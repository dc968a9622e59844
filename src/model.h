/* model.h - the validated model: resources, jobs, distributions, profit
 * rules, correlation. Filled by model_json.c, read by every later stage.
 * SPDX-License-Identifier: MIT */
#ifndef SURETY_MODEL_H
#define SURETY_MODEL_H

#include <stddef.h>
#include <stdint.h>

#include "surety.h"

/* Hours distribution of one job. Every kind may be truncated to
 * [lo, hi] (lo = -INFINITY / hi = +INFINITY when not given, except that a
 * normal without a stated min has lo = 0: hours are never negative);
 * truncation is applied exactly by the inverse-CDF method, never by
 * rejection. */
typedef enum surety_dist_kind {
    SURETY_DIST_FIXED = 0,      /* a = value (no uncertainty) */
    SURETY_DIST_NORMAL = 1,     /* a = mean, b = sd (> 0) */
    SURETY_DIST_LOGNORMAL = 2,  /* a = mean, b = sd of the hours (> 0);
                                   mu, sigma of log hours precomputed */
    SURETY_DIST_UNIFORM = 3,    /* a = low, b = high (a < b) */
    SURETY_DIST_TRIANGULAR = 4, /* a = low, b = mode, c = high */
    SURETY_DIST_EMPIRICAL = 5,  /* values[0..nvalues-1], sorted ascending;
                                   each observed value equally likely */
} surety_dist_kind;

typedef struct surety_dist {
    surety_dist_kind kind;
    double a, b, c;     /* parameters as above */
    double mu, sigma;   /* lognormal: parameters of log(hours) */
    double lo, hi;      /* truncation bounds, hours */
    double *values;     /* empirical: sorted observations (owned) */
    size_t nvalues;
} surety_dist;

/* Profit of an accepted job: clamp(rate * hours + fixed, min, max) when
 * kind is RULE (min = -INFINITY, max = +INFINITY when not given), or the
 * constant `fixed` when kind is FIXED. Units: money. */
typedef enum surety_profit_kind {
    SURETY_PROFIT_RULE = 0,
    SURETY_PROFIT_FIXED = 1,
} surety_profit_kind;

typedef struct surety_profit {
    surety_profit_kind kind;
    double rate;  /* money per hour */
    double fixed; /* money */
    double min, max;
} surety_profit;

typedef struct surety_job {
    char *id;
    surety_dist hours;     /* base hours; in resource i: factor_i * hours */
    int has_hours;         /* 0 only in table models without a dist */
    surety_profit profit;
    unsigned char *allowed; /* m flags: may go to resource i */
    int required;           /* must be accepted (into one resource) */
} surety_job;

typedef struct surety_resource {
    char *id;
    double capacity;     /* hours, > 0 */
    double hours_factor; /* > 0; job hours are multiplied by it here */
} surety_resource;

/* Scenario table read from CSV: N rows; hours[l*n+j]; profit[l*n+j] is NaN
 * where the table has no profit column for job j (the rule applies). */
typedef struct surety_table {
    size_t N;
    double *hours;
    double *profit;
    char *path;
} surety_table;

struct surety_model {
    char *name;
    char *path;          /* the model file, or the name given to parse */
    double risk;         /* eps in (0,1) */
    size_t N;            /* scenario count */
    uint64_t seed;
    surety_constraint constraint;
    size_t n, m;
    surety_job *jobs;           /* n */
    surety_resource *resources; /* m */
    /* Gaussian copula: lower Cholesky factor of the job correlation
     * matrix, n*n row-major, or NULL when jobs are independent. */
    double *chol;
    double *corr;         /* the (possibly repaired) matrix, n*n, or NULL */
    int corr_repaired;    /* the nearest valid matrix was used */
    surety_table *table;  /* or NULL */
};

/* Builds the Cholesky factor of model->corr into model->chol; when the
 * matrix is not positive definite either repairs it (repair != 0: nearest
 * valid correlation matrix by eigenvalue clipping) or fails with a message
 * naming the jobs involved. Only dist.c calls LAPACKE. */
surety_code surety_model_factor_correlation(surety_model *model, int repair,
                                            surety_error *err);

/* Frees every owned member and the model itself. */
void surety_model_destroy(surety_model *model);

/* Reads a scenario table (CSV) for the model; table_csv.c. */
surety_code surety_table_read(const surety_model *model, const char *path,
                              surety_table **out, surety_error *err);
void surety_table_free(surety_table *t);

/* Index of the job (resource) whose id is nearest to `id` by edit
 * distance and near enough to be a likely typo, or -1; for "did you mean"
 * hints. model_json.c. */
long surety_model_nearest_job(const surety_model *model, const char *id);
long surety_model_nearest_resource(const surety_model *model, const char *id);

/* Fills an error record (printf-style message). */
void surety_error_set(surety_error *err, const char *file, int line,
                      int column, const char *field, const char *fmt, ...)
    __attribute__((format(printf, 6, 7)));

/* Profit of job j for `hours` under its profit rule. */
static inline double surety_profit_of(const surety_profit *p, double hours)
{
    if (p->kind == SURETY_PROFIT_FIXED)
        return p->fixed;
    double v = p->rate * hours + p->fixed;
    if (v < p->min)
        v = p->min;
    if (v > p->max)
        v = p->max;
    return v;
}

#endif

================

#### Work to be completed
The answer should consist of the lines from the one with "model->chol; when the" through the last line of the entries, duplicated exactly and nothing more.

#### Finished task
/* Builds the Cholesky factor of model->corr into model->chol; when the
 * matrix is not positive definite either repairs it (repair != 0: nearest
 * valid correlation matrix by eigenvalue clipping) or fails with a message
 * naming the jobs involved. Only dist.c calls LAPACKE. */
surety_code surety_model_factor_correlation(surety_model *model, int repair,
                                            surety_error *err);

/* Frees every owned member and the model itself. */
void surety_model_destroy(surety_model *model);

/* Reads a scenario table (CSV) for the model; table_csv.c. */
surety_code surety_table_read(const surety_model *model, const char *path,
                              surety_table **out, surety_error *err);
void surety_table_free(surety_table *t);

/* Index of the job (resource) whose id is nearest to `id` by edit
 * distance and near enough to be a likely typo, or -1; for "did you mean"
 * hints. model_json.c. */
long surety_model_nearest_job(const surety_model *model, const char *id);
long surety_model_nearest_resource(const surety_model *model, const char *id);

/* Fills an error record (printf-style message). */
void surety_error_set(surety_error *err, const char *file, int line,
                      int column, const char *field, const char *fmt, ...)
    __attribute__((format(printf, 6, 7)));

/* Profit of job j for `hours` under its profit rule. */
static inline double surety_profit_of(const surety_profit *p, double hours)
{
    if (p->kind == SURETY_PROFIT_FIXED)
        return p->fixed;
    double v = p->rate * hours + p->fixed;
    if (v < p->min)
        v = p->min;
    if (v > p->max)
        v = p->max;
    return v;
}

#endif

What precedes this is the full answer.